━━ Data for the task ━━

package dev.cairn.models.plan;

import com.fasterxml.jackson.databind.JsonNode;
import com.networknt.schema.JsonSchema;
import dev.cairn.models.InputException;
import dev.cairn.models.prior.Beta;
import dev.cairn.models.prior.NormalInverseGamma;
import dev.cairn.models.result.Metric;
import dev.cairn.models.spec.SpecReader;
import dev.cairn.models.spend.HistoryPriors;
import dev.cairn.models.spend.SpendPriors;
import dev.cairn.samplers.Draws;
import dev.cairn.samplers.DrawsCsv;
import java.io.IOException;
import java.io.Reader;
import java.nio.charset.StandardCharsets;
import java.nio.file.Files;
import java.nio.file.NoSuchFileException;
import java.nio.file.Path;
import java.util.ArrayList;
import java.util.Iterator;
import java.util.List;
import java.util.Locale;

/**
 * Reads a plan spec: JSON, then its JSON Schema ({@code cairn schema --plan}), then the rules across fields a
 * schema cannot say; files it names (history, a previous result) are read relative to the spec's folder.
 * Every failure is an {@link InputException} with one line naming the field or file.
 */
public final class PlanReader {
    private static final String RESOURCE = "/dev/cairn/models/plan/plan.schema.json";
    private static final JsonNode SCHEMA_TREE = SpecReader.tree(schemaText(), RESOURCE);
    private static final JsonSchema SCHEMA = SpecReader.compile(SCHEMA_TREE);
    /** Most simulated tests x looks a plan may ask for (each look's figures are kept per test in passing). */
    public static final long MAX_LOOKS = 20_000_000L;

    private PlanReader() {
    }

    /** {@return the plan spec's JSON Schema (draft 2020-12), as bundled in the jar} */
    public static String schemaText() {
        return dev.cairn.models.spec.SpecSchema.resourceText(RESOURCE);
    }

    /**
     * Reads and validates a plan spec file.
     *
     * @param file the plan spec
     * @return the plan
     * @throws InputException one line naming the file and the field
     */
    public static PlanSpec read(Path file) {
        Path base = file.toAbsolutePath().getParent();
        return parse(SpecReader.readText(file, "a plan spec JSON file"), file.toString(), base);
    }

    /**
     * Parses and validates plan spec text.
     *
     * @param text    the JSON text
     * @param origin  its name, for messages
     * @param baseDir the folder that relative paths in it start from
     * @return the plan
     * @throws InputException one line naming the field
     */
    public static PlanSpec parse(String text, String origin, Path baseDir) {
        JsonNode tree = SpecReader.tree(text, origin);
        SpecReader.validate(SCHEMA_TREE, SCHEMA, tree, origin);
        List<String> arms = new ArrayList<>();
        tree.get("arms").fieldNames().forEachRemaining(arms::add);
        String controlName = tree.get("control").asText();
        int control = arms.indexOf(controlName);
        if (control < 0) {
            throw new InputException(origin + ": /control: '" + controlName + "' is not one of the arms " + arms);
        }
        long[] users = usersPerDay(tree.get("usersPerDay"), arms, origin);
        Baseline baseline = baseline(tree.get("baseline"), origin, baseDir);
        JsonNode decision = tree.path("decision");
        Metric metric = Metric.of(decision.path("metric").asText(baseline.hasSpend() ? "arpu" : "payerRate"));
        if (metric != Metric.PAYER_RATE && !baseline.hasSpend()) {
            throw new InputException(origin + ": /decision/metric: '" + metric.key() + "' needs spend in the baseline "
                    + "(logSpendMean and logSpendSd, priors.logSpend, or a result with spend); this baseline has a payer rate only");
        }
        LookRule.Kind rule = decision.path("rule").asText("expected-loss").equals("prob-above")
                ? LookRule.Kind.PROB_ABOVE : LookRule.Kind.EXPECTED_LOSS;
        if (rule == LookRule.Kind.PROB_ABOVE && decision.has("tolerance")) {
            throw new InputException(origin + ": /decision/tolerance: applies to rule 'expected-loss'; rule 'prob-above' "
                    + "ships on /decision/threshold");
        }
        if (rule == LookRule.Kind.EXPECTED_LOSS && decision.has("threshold")) {
            throw new InputException(origin + ": /decision/threshold: applies to rule 'prob-above'; rule 'expected-loss' "
                    + "acts on /decision/tolerance");
        }
        Double tolerance = decision.has("tolerance") ? decision.get("tolerance").asDouble() : null;
        double threshold = decision.path("threshold").asDouble(0.95);
        JsonNode schedule = tree.path("schedule");
        int maxDays = schedule.path("maxDays").asInt(28);
        int minDays = schedule.path("minDays").asInt(Math.min(7, maxDays));
        int lookEvery = schedule.path("lookEvery").asInt(1);
        if (minDays > maxDays) {
            throw new InputException(origin + ": /schedule/minDays: " + minDays + " is after maxDays " + maxDays);
        }
        Lift[] payer = new Lift[arms.size()];
        Lift[] arppu = new Lift[arms.size()];
        for (int k = 0; k < arms.size(); k++) {
            JsonNode arm = tree.get("arms").get(arms.get(k));
            String at = "/arms/" + pointerPart(arms.get(k));
            payer[k] = lift(arm.get("payerRateLift"), origin, at + "/payerRateLift");
            arppu[k] = lift(arm.get("arppuLift"), origin, at + "/arppuLift");
            if (arm.has("arppuLift") && !baseline.hasSpend()) {
                throw new InputException(origin + ": " + at + "/arppuLift: the baseline has no spend to change");
            }
            if (baseline instanceof Baseline.Fixed f && payer[k].fixed() && f.payerRate() * (1 + payer[k].first()) > 1) {
                throw new InputException(origin + ": " + at + "/payerRateLift: takes the payer rate "
                        + f.payerRate() + " above 1");
            }
        }
        JsonNode priors = tree.path("priors");
        Beta payerPrior = priors.has("payerRate") ? beta(priors.get("payerRate")) : SpendPriors.DEFAULT_PAYER_RATE;
        NormalInverseGamma spendPrior = priors.has("logSpend") ? nig(priors.get("logSpend")) : SpendPriors.DEFAULT_LOG_SPEND;
        JsonNode simulation = tree.path("simulation");
        int experiments = simulation.path("experiments").asInt(10_000);
        int looks = (maxDays - minDays) / lookEvery + 2;
        if ((long) experiments * looks > MAX_LOOKS) {
            throw new InputException(String.format(Locale.ROOT, "%s: /simulation/experiments: %,d tests x %d looks is "
                    + "more than %,d looks; simulate fewer tests or look less often", origin, experiments, looks, MAX_LOOKS));
        }
        String currency = tree.has("currency") ? tree.get("currency").asText() : null;
        if (currency != null) {
            try {
                java.util.Currency.getInstance(currency);
            } catch (IllegalArgumentException e) {
                throw new InputException(origin + ": /currency: '" + currency + "' is not an ISO 4217 currency code");
            }
        }
        return new PlanSpec(tree.has("title") ? tree.get("title").asText() : null, List.copyOf(arms), control, users,
                baseline, payer, arppu, payerPrior, spendPrior, metric, rule, tolerance, threshold, minDays, maxDays,
                lookEvery, experiments, simulation.path("seed").asLong(1), !simulation.path("method").asText("approximate")
                .equals("draws"), simulation.path("draws").asInt(4000), currency);
    }

    /** An arm's name as one step of a JSON pointer (RFC 6901: ~ as ~0, / as ~1). */
    private static String pointerPart(String name) {
        return name.replace("~", "~0").replace("/", "~1");
    }

    private static long[] usersPerDay(JsonNode node, List<String> arms, String origin) {
        long[] users = new long[arms.size()];
        if (node.isNumber()) {
            java.util.Arrays.fill(users, node.asLong());
            return users;
        }
        for (Iterator<String> it = node.fieldNames(); it.hasNext(); ) {
            String name = it.next();
            if (!arms.contains(name)) {
                throw new InputException(origin + ": /usersPerDay/" + pointerPart(name) + ": not one of the arms " + arms);
            }
        }
        for (int k = 0; k < arms.size(); k++) {
            if (!node.has(arms.get(k))) {
                throw new InputException(origin + ": /usersPerDay: no number for arm '" + arms.get(k)
                        + "' (give every arm, or one number for all)");
            }
            users[k] = node.get(arms.get(k)).asLong();
        }
        return users;
    }

    private static Lift lift(JsonNode node, String origin, String at) {
        if (node == null) {
            return Lift.NONE;
        }
        if (node.isNumber()) {
            return new Lift("fixed", node.asDouble(), 0);
        }
        String family = node.get("family").asText();
        if (family.equals("uniform")) {
            double lower = node.get("lower").asDouble(), upper = node.get("upper").asDouble();
            if (!(lower < upper)) {
                throw new InputException(origin + ": " + at + "/upper: " + upper + " must be above lower " + lower);
            }
            return new Lift("uniform", lower, upper);
        }
        double mean = node.get("mean").asDouble(), sd = node.get("sd").asDouble();
        if ((-1 - mean) / sd > 3) {
            throw new InputException(origin + ": " + at + ": a normal of mean " + mean + " and sd " + sd
                    + " puts almost all its lifts below -1 (a metric cannot fall by more than 100%)");
        }
        return new Lift("normal", mean, sd);
    }

    private static Beta beta(JsonNode node) {
        return new Beta(node.get("a").asDouble(), node.get("b").asDouble());
    }

    private static NormalInverseGamma nig(JsonNode node) {
        return new NormalInverseGamma(node.get("mu0").asDouble(), node.get("kappa0").asDouble(),
                node.get("alpha0").asDouble(), node.get("beta0").asDouble());
    }

    private static Baseline baseline(JsonNode node, String origin, Path baseDir) {
        List<String> forms = new ArrayList<>();
        for (String form : new String[] {"priors", "fromHistory", "fromResult"}) {
            if (node.has(form)) {
                forms.add(form);
            }
        }
        boolean numbers = node.has("payerRate") || node.has("logSpendMean") || node.has("logSpendSd");
        if (forms.size() + (numbers ? 1 : 0) != 1) {
            throw new InputException(origin + ": /baseline: give exactly one of fixed numbers (payerRate, logSpendMean, "
                    + "logSpendSd), 'priors', 'fromHistory' or 'fromResult'" + (forms.isEmpty() && !numbers ? ""
                    : "; found " + (numbers ? "numbers" + (forms.isEmpty() ? "" : " and ") : "") + String.join(" and ", forms)));
        }
        if (numbers) {
            if (!node.has("payerRate")) {
                throw new InputException(origin + ": /baseline/payerRate: required key is missing");
            }
            if (node.has("logSpendMean") != node.has("logSpendSd")) {
                throw new InputException(origin + ": /baseline/" + (node.has("logSpendMean") ? "logSpendSd" : "logSpendMean")
                        + ": give logSpendMean and logSpendSd together (or neither, for a payer rate only)");
            }
            return new Baseline.Fixed(node.get("payerRate").asDouble(),
                    node.has("logSpendMean") ? node.get("logSpendMean").asDouble() : Double.NaN,
                    node.has("logSpendSd") ? node.get("logSpendSd").asDouble() : Double.NaN);
        }
        if (node.has("priors")) {
            JsonNode p = node.get("priors");
            return new Baseline.Drawn(beta(p.get("payerRate")), p.has("logSpend") ? nig(p.get("logSpend")) : null,
                    "priors", null);
        }
        if (node.has("fromHistory")) {
            String path = node.get("fromHistory").get("path").asText();
            SpendPriors fitted;
            try {
                fitted = HistoryPriors.fit(path, baseDir);
            } catch (InputException e) {
                throw new InputException(origin + ": /baseline/fromHistory: " + e.getMessage());
            }
            return new Baseline.Drawn(fitted.payerRate(), fitted.logSpend(), "history", fitted.note());
        }
        JsonNode from = node.get("fromResult");
        return fromResult(from.get("path").asText(), from.has("arm") ? from.get("arm").asText() : null, origin, baseDir);
    }

    /** A previous spend fit's posterior draws of one arm: result.json names the model and arms, draws.csv has the draws. */
    private static Baseline fromResult(String path, String arm, String origin, Path baseDir) {
        String at = origin + ": /baseline/fromResult/path: " + path;
        Path file = baseDir.resolve(path);
        JsonNode result;
        try {
            result = SpecReader.tree(Files.readString(file, StandardCharsets.UTF_8), path);
        } catch (NoSuchFileException e) {
            throw new InputException(at + ": no such file");
        } catch (IOException e) {
            throw new InputException(at + ": cannot be read (" + e.getMessage() + ")");
        } catch (InputException e) {
            throw new InputException(origin + ": /baseline/fromResult/path: " + e.getMessage());
        }
        if (!"spend".equals(result.path("model").asText())) {
            throw new InputException(at + ": is not a result of model 'spend' (model '" + result.path("model").asText()
                    + "'); give the result.json of a spend fit");
        }
        String chosen = arm != null ? arm : result.path("control").asText();
        if (!result.path("arms").has(chosen)) {
            List<String> names = new ArrayList<>();
            result.path("arms").fieldNames().forEachRemaining(names::add);
            throw new InputException(origin + ": /baseline/fromResult/arm: '" + chosen + "' is not an arm of " + path
                    + " " + names);
        }
        if (!result.path("converged").asBoolean(false)) {
            throw new InputException(at + ": that fit did not converge; its draws are not a posterior to plan from");
        }
        Path drawsFile = file.resolveSibling(dev.cairn.models.ResultWriter.DRAWS);
        Draws draws;
        try (Reader in = Files.newBufferedReader(drawsFile, StandardCharsets.UTF_8)) {
            draws = DrawsCsv.read(in);
        } catch (NoSuchFileException e) {
            throw new InputException(at + ": needs the fit's draws.csv beside it (" + drawsFile + " is missing)");
        } catch (IOException e) {
            throw new InputException(at + ": cannot read " + drawsFile + " (" + e.getMessage() + ")");
        } catch (DrawsCsv.FormatException e) {
            throw new InputException(at + ": " + drawsFile + ": line " + e.line() + ": " + e.getMessage());
        }
        String rate = "payerRate[" + chosen + "]", mean = "logSpendMean[" + chosen + "]", sd = "logSpendSd[" + chosen + "]";
        if (!draws.has(rate)) {
            throw new InputException(at + ": " + drawsFile + " has no column " + rate);
        }
        double[] p = draws.pooled(rate);
        boolean spend = draws.has(mean) && draws.has(sd);
        double[] m = spend ? draws.pooled(mean) : null, s = spend ? draws.pooled(sd) : null;
        double[][] rows = new double[p.length][];
        for (int i = 0; i < p.length; i++) {
            rows[i] = new double[] {p[i], spend ? m[i] : Double.NaN, spend ? s[i] : Double.NaN};
        }
        return new Baseline.Posterior(rows, path, chosen);
    }
}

━━━

### Exercise goal:
Copy out, exactly and alone, the lines of the entries above between the ones holding "private static Beta" and "List<String> forms = new", inclusive.

### Answer to this exercise:
    private static Beta beta(JsonNode node) {
        return new Beta(node.get("a").asDouble(), node.get("b").asDouble());
    }

    private static NormalInverseGamma nig(JsonNode node) {
        return new NormalInverseGamma(node.get("mu0").asDouble(), node.get("kappa0").asDouble(),
                node.get("alpha0").asDouble(), node.get("beta0").asDouble());
    }

    private static Baseline baseline(JsonNode node, String origin, Path baseDir) {
        List<String> forms = new ArrayList<>();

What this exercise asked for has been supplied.